> **THE PROBLEM**
Make a word-for-word copy of the entries below from their first line through the line with "and a relative", and add nothing.
-- DATASET CONTENT follows --
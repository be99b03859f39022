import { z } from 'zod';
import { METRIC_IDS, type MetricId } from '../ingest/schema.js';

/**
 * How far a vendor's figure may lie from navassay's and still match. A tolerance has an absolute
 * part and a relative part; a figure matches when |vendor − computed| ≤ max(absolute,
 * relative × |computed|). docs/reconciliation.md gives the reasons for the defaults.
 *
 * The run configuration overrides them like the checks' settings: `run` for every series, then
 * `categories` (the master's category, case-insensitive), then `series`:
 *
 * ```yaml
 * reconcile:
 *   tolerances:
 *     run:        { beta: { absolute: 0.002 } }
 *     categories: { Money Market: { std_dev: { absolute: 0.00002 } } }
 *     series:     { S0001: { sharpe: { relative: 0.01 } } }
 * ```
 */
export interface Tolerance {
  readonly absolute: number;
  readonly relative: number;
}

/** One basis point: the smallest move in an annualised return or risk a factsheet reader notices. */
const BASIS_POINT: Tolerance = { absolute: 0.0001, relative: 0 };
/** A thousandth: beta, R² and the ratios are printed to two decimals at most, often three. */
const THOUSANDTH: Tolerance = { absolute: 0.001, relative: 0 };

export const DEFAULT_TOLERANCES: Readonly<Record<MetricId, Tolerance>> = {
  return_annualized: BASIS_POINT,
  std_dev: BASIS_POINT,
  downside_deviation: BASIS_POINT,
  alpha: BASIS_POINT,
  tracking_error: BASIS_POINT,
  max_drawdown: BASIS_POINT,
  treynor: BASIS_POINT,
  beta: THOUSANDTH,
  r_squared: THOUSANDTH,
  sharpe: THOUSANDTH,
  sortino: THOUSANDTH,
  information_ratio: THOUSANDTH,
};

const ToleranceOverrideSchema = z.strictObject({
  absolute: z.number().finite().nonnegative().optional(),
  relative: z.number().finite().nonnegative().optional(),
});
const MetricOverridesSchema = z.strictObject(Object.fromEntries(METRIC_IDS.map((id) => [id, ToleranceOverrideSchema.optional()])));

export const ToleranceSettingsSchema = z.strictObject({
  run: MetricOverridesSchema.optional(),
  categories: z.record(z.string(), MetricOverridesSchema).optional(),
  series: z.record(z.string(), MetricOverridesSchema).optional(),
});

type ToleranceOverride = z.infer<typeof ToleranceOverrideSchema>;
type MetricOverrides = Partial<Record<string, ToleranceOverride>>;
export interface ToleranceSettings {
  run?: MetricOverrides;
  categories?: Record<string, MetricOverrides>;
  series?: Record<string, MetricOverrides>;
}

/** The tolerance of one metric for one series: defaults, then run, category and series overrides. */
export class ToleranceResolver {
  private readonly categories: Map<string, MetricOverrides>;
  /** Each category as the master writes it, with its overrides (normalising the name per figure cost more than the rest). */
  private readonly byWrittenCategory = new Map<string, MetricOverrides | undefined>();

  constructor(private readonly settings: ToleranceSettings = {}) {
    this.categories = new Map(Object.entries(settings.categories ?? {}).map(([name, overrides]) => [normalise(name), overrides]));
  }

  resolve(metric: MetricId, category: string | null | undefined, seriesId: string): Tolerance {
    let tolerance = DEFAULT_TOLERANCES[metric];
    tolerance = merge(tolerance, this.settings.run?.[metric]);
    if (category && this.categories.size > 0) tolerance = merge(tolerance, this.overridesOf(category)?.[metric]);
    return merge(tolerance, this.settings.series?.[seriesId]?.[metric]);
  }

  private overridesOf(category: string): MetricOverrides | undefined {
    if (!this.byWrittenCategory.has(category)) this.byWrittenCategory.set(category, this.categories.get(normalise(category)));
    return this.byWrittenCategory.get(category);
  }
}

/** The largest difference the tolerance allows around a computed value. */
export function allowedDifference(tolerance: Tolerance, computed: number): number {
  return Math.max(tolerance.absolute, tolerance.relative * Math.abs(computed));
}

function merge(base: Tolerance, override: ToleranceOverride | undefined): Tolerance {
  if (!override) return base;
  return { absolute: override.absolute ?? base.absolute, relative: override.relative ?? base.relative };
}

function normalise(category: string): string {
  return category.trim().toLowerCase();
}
-- DATASET CONTENT concluded --
> **EXERCISE RESULT**
repository be99b03859f39022
import { z } from 'zod';
import { METRIC_IDS, type MetricId } from '../ingest/schema.js';

/**
 * How far a vendor's figure may lie from navassay's and still match. A tolerance has an absolute
 * part and a relative part; a figure matches when |vendor − computed| ≤ max(absolute,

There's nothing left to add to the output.